• What is being asked: In the records that follow, find each line with "metadataOf" and pull it out.

• Data provided:
-*-*-

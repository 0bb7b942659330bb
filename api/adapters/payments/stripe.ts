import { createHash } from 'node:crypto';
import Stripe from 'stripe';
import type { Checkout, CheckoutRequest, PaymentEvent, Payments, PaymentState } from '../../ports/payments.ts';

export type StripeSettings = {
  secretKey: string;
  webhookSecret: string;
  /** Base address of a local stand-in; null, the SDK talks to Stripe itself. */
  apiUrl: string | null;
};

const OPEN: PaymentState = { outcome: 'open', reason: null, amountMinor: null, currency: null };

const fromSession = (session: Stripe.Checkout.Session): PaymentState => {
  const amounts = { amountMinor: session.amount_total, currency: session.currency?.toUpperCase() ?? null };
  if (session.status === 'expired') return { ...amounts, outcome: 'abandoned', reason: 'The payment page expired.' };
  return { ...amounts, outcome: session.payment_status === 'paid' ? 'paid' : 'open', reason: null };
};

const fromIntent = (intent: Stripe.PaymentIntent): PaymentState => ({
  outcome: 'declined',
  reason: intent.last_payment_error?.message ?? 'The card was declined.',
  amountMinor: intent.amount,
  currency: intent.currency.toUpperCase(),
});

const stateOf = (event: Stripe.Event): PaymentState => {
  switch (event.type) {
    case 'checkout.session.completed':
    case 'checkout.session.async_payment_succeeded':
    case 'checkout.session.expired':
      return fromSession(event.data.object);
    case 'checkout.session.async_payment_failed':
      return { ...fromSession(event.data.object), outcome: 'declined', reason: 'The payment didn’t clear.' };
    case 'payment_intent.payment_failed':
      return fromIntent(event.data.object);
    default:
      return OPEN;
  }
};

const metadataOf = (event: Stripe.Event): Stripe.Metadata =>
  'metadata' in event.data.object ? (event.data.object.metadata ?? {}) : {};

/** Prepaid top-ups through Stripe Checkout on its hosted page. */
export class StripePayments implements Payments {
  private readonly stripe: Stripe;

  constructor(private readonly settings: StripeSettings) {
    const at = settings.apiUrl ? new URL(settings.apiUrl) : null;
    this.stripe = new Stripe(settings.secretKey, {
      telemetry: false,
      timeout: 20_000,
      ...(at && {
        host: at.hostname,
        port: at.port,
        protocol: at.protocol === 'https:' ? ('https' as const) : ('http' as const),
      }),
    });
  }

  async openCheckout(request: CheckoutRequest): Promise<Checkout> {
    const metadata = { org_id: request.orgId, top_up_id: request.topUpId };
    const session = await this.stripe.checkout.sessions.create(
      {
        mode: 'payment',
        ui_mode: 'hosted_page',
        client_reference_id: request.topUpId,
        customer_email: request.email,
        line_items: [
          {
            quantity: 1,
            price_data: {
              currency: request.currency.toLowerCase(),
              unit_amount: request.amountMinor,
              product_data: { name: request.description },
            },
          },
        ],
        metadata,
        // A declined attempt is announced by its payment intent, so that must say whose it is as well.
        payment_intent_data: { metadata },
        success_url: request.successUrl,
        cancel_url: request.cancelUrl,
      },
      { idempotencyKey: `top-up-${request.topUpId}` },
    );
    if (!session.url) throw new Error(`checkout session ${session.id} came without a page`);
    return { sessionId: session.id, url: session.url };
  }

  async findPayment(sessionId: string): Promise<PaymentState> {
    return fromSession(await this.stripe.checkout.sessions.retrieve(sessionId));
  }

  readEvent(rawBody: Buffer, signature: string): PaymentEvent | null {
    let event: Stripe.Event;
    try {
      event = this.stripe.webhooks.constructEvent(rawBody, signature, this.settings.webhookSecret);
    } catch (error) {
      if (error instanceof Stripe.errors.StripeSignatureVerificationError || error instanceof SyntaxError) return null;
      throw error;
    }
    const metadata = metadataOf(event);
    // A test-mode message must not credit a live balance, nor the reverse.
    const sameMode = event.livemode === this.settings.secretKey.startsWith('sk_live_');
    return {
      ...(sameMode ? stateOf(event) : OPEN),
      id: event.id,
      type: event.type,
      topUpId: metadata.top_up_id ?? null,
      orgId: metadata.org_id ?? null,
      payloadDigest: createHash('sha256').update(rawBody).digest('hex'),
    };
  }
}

-*-*-

• Answer:
const metadataOf = (event: Stripe.Event): Stripe.Metadata =>
    const metadata = metadataOf(event);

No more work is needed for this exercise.